Silly man, she thinks. As if this door could ever give him any clue to what is happening.

Another sob escapes, followed by a terrifying wail. She clamps her hands over her mouth, trying in vain to muffle the horrible sounds she's making. She slams her head on the door, fingers clawing up to her eyes, covering her face as she cries. Should she tear her eyes out, could she stop this illusion? Could she stop this farce?

"Vær så snill, ikke gjør dette for meg, Kagome-chan." There's a note of despair in his deep voice. In this stranger's voice, Kagome finds more worry and love than what she remembers from her Papa. "La meg fikse det," he knocks, quick and firm. "La meg fikse dette for deg!"

"I wish you'd disappear," and she doesn't know who she says this to.

Is it to this strange man? To the Jewel? To this illusion?

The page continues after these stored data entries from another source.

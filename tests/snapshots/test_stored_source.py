"""Serving pages from stored records with no network: cassettes (warcio-written) and the archive.

Citations: RFC 9110 §15.4 and §10.2.2 (redirects, Location), WARC 1.1 §6.7.2 / §6.7.3
(revisits), RFC 7089 §2.1.1 (Memento-Datetime). The redirect limit of 10 is the live fetcher's
(a project choice, no published source).
"""

from __future__ import annotations

import asyncio
import gzip
import hashlib
from dataclasses import replace
from datetime import timedelta
from pathlib import Path

import pytest

from harvester.errors import FetchError, FetchLimitError, HttpStatusError
from harvester.fetch.capture import Capture
from harvester.fetch.source import PageRequest, PageSource
from harvester.fetch.transfer import Answer
from harvester.snapshots.index import SnapshotIndex
from harvester.snapshots.members import iter_members
from harvester.snapshots.scan import reindex, resolve, scan_warc
from harvester.snapshots.stored_source import StoredSource
from harvester.snapshots.warc import WarcSnapshotWriter
from tests.snapshots.foreign import NOT_MODIFIED_1_1, T0, warc_file

SITE = "http://127.0.0.1:8650"
BODY = b"<table><tr><td>1</td></tr></table>"
HTML = (("Content-Type", "text/html"),)


def fetch(source: StoredSource, url: str) -> Capture:
    return asyncio.run(source.capture(PageRequest(url)))


def redirect(to: str) -> list[tuple[str, str]]:
    return [("Location", to)]


def test_a_cassette_page_is_served_as_a_capture(tmp_path: Path) -> None:
    path = tmp_path / "x.warc.gz"
    with warc_file(path) as warc:
        warc.warcinfo()
        record_id = warc.response(f"{SITE}/t.html", BODY, headers=[("X-Kept", "yes")])
    source = StoredSource.from_cassette(path)
    assert isinstance(source, PageSource)
    got = fetch(source, f"{SITE}/t.html")
    assert (got.url, got.final_url, got.status, got.body) == (
        f"{SITE}/t.html", f"{SITE}/t.html", 200, BODY
    )  # fmt: skip
    assert got.header("X-Kept") == "yes" and got.origin == "cassette"
    assert got.fetched_at == T0 and got.redirects == () and got.record_id == record_id
    assert got.sha256 == hashlib.sha256(BODY).hexdigest()


def test_redirects_are_followed_to_the_targets_latest_entries(tmp_path: Path) -> None:
    path = tmp_path / "x.warc.gz"
    with warc_file(path) as warc:
        warc.response(f"{SITE}/old", b"", status="301 Moved Permanently",
                      headers=redirect("/mid?x=1"))  # fmt: skip
        warc.response(f"{SITE}/mid?x=1", b"", status="302 Found", headers=redirect("new.html"))
        warc.response(f"{SITE}/new.html", b"older", date=T0 - timedelta(days=1))
        newest = warc.response(f"{SITE}/new.html", BODY)
    got = fetch(StoredSource.from_cassette(path), f"{SITE}/old")
    # RFC 9110 §10.2.2: a relative Location is resolved against the URL that was asked.
    assert got.redirects == (f"{SITE}/old", f"{SITE}/mid?x=1")
    assert got.final_url == f"{SITE}/new.html" and got.url == f"{SITE}/old"
    assert got.body == BODY and got.record_id == newest and got.status == 200


def test_a_redirect_loop_and_too_many_redirects_are_limits(tmp_path: Path) -> None:
    path = tmp_path / "x.warc.gz"
    with warc_file(path) as warc:
        warc.response(f"{SITE}/a", b"", status="302 Found", headers=redirect("/b"))
        warc.response(f"{SITE}/b", b"", status="302 Found", headers=redirect("/a"))
        for n in range(12):
            warc.response(f"{SITE}/hop{n}", b"", status="302 Found",
                          headers=redirect(f"/hop{n + 1}"))  # fmt: skip
        warc.response(f"{SITE}/hop12", BODY)
    source = StoredSource.from_cassette(path)
    with pytest.raises(FetchLimitError, match="redirect loop") as caught:
        fetch(source, f"{SITE}/a")
    assert f"{SITE}/a → {SITE}/b → {SITE}/a" in caught.value.message
    with pytest.raises(FetchLimitError, match="more than 10 redirects"):
        fetch(source, f"{SITE}/hop0")
    assert fetch(source, f"{SITE}/hop2").redirects == tuple(f"{SITE}/hop{n}" for n in range(2, 12))


def test_a_page_not_stored_names_the_url_and_the_store(tmp_path: Path) -> None:
    path = tmp_path / "x.warc.gz"
    with warc_file(path) as warc:
        warc.response(f"{SITE}/moved", b"", status="301 Moved Permanently",
                      headers=redirect("/elsewhere"))  # fmt: skip
    source = StoredSource.from_cassette(path)
    with pytest.raises(FetchError) as caught:
        fetch(source, f"{SITE}/never.html")
    assert caught.value.message == f"{SITE}/never.html: not in the cassette {path}"
    assert "re-record the cassette" in caught.value.hint
    with pytest.raises(FetchError, match=r"elsewhere: not in the cassette .*redirected from"):
        fetch(source, f"{SITE}/moved")


def test_a_stored_error_status_is_an_http_status_error(tmp_path: Path) -> None:
    path = tmp_path / "x.warc.gz"
    with warc_file(path) as warc:
        warc.response(f"{SITE}/gone", b"gone", status="404 Not Found")
        warc.response(f"{SITE}/nowhere", b"", status="302 Found")  # a 3xx without Location
    source = StoredSource.from_cassette(path)
    with pytest.raises(HttpStatusError) as caught:
        fetch(source, f"{SITE}/gone")
    assert caught.value.status == 404 and caught.value.message == f"{SITE}/gone: HTTP 404"
    with pytest.raises(HttpStatusError, match="HTTP 302"):
        fetch(source, f"{SITE}/nowhere")


def test_a_not_modified_revisit_serves_the_original(tmp_path: Path) -> None:
    path = tmp_path / "x.warc.gz"
    later = T0 + timedelta(days=3)
    with warc_file(path) as warc:
        first = warc.response(f"{SITE}/t.html", BODY, headers=[("ETag", '"v1"')])
        warc.revisit(f"{SITE}/t.html", BODY, profile=NOT_MODIFIED_1_1, refers_to=first,
                     status="304 Not Modified", headers=[], date=later)  # fmt: skip
    got = fetch(StoredSource.from_cassette(path), f"{SITE}/t.html")
    # WARC 1.1 §6.7.3: a 304 means "as before": the original's status, headers and payload.
    assert (got.status, got.body, got.header("ETag")) == (200, BODY, '"v1"')
    assert got.record_id == first and got.fetched_at == later


def test_an_identical_payload_revisit_serves_the_original_payload(tmp_path: Path) -> None:
    path = tmp_path / "x.warc.gz"
    with warc_file(path) as warc:
        first = warc.response(f"{SITE}/a.html", BODY)
        warc.revisit(f"{SITE}/b.html", BODY, headers=[("X-Copy", "b")])  # no WARC-Refers-To
        # Two redirects with empty bodies share a payload digest but not a Location.
        warc.response(f"{SITE}/r1", b"", status="301 Moved Permanently",
                      headers=redirect("/a.html"))  # fmt: skip
        warc.revisit(f"{SITE}/r2", b"", status="301 Moved Permanently",
                     headers=redirect("/b.html"))  # fmt: skip
    source = StoredSource.from_cassette(path)
    got = fetch(source, f"{SITE}/b.html")
    assert got.body == BODY and got.record_id == first and got.header("X-Copy") == "b"
    assert fetch(source, f"{SITE}/r2").final_url == f"{SITE}/b.html"  # its own Location


def test_a_revisit_whose_original_is_missing_is_a_clear_error(tmp_path: Path) -> None:
    path = tmp_path / "x.warc.gz"
    with warc_file(path) as warc:
        warc.revisit(f"{SITE}/t.html", BODY, refers_to="<urn:uuid:not-here>")
    with pytest.raises(FetchError, match="original record <urn:uuid:not-here> is not in the"):
        fetch(StoredSource.from_cassette(path), f"{SITE}/t.html")


def test_a_damaged_payload_is_refused_naming_file_and_offset(tmp_path: Path) -> None:
    path = tmp_path / "x.warc.gz"
    with warc_file(path) as warc:
        warc.warcinfo()
        warc.response(f"{SITE}/t.html", BODY)
    entries = scan_warc(path)
    wrong = SnapshotIndex([replace(entries[0], body_sha256="0" * 64)])
    source = StoredSource(wrong, tmp_path, origin="cassette", label="the cassette x")
    with pytest.raises(FetchError) as caught:
        fetch(source, f"{SITE}/t.html")
    offset = entries[0].offset
    assert f"damaged record at offset {offset} in {path}" in caught.value.message
    # The same record altered on disk after indexing: the digest check catches it.
    good = StoredSource(SnapshotIndex(entries), tmp_path, origin="cassette", label="x")
    with path.open("rb") as stream:
        members = list(iter_members(stream))
    altered = members[1].data.replace(b"<td>1</td>", b"<td>9</td>")
    path.write_bytes(path.read_bytes()[:offset] + gzip.compress(altered))
    with pytest.raises(FetchError, match=f"damaged record: .*offset {offset}.*digest"):
        fetch(good, f"{SITE}/t.html")


def test_a_missing_or_unreadable_cassette_names_its_path(tmp_path: Path) -> None:
    with pytest.raises(FetchError, match=r"cassette .*nope\.warc\.gz does not exist"):
        StoredSource.from_cassette(tmp_path / "nope.warc.gz")
    junk = tmp_path / "junk.warc.gz"
    junk.write_bytes(b"this is no WARC file")
    with pytest.raises(FetchError) as caught:
        StoredSource.from_cassette(junk)
    assert str(junk) in caught.value.message and "re-record" in caught.value.hint


def test_the_archive_serves_what_our_writer_kept(tmp_path: Path) -> None:
    # End to end with harvester's own writer: write, reindex, serve (revisit included).
    warc_dir = tmp_path / "snapshots" / "warc"
    url = f"{SITE}/t.html"
    first = Answer(url, 200, HTML, BODY, T0, T0, (("Host", "127.0.0.1"),))
    again = replace(first, request_time=T0 + timedelta(days=1))
    with WarcSnapshotWriter(warc_dir, info={}, known=SnapshotIndex()) as writer:
        original = writer.write(first)
        revisit = writer.write(again)
    assert revisit.record_type == "revisit"
    assert reindex(tmp_path / "snapshots").entries == 2
    source = StoredSource.from_archive(tmp_path / "snapshots")
    got = fetch(source, url)
    assert got.body == BODY and got.origin == "snapshot-archive"
    assert got.record_id == original.record_id and got.fetched_at == again.request_time
    assert resolve(scan_warc(warc_dir / original.file), source.index)[1].body_sha256 == (
        hashlib.sha256(BODY).hexdigest()
    )  # fmt: skip
    with pytest.raises(FetchError, match=r"not in the snapshot archive .*harvest the page live"):
        fetch(source, f"{SITE}/other.html")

The only selfless wish that could destroy that horrible Jewel tastes awfully selfish on her tongue now.

This isn't home.

•••

Hours pass, but the man remains on the other side of the door. The night is painful, with flashes of blue light mingling with reality and blue eyes peering at her from the shadows inside the bedroom. The room has the same floor to ceiling length windows facing out toward the city. The view is amazing, one of the most wondrous things she has ever beheld in her time — but this is not my time this not my home — is the sun rising over the city. She can hear the man snoring, sitting just behind her against the door. Maybe they are mirroring each other's positions.

It's pink, the bedroom. With tasteful decoration and colors, modern to a fault with what looks like custom-made furnishing. There's a flat screen on the wall facing an enormous bed and a small sitting area, a sleek computer on a desk facing the panoramic view the windows give. There are fluffy carpets over marble flooring that is heated. There are photos lining up every wall around her. On some shelves to the side, dozens of different cameras sit. She can recognize a few from her time, others are clearly toys and other so big and so sleek and modern.

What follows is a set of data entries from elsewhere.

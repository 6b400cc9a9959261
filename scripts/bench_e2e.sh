#!/usr/bin/env bash
# End-to-end speed of the daemon (benches/e2e.rs): builds the release binary, runs the
# harness against a local mosquitto on loopback, and prints its table (also kept in
# target/e2e-bench.txt). A measurement, not a pass/fail test.
#
#     bash scripts/bench_e2e.sh
#
# Needs mosquitto (Debian package `mosquitto`). EQWATCH_E2E_QUICK=1 runs a tenth of
# the messages. Keep the machine otherwise idle: the broker, the daemon and the
# harness share its CPUs.
set -euo pipefail

cd "$(dirname "$0")/.."

if ! command -v mosquitto >/dev/null 2>&1 && [ ! -x /usr/sbin/mosquitto ]; then
    echo "mosquitto is not installed (apt-get install mosquitto)" >&2
    exit 1
fi

target=${CARGO_TARGET_DIR:-target}
log_dir=$target/bench-logs
mkdir -p "$log_dir"
log=$log_dir/e2e.txt

echo "== cargo build --release" >&2
cargo build --release

echo "== cargo bench --bench e2e (log: $log)" >&2
cargo bench --bench e2e 2>&1 | tee "$log" >&2

echo
cat "$target/e2e-bench.txt"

Kagome doesn't look at the photos. She's scared of whatever they display.

The rain stops at some point, and her head is throbbing painfully. The medicine bag is on the large, big enough to fit a family in, bed. After hours sitting against the door, moving from her position feels like tearing her muscles apart. She crawls to the bed, getting the pain pills from a bottle, swallowing two dry.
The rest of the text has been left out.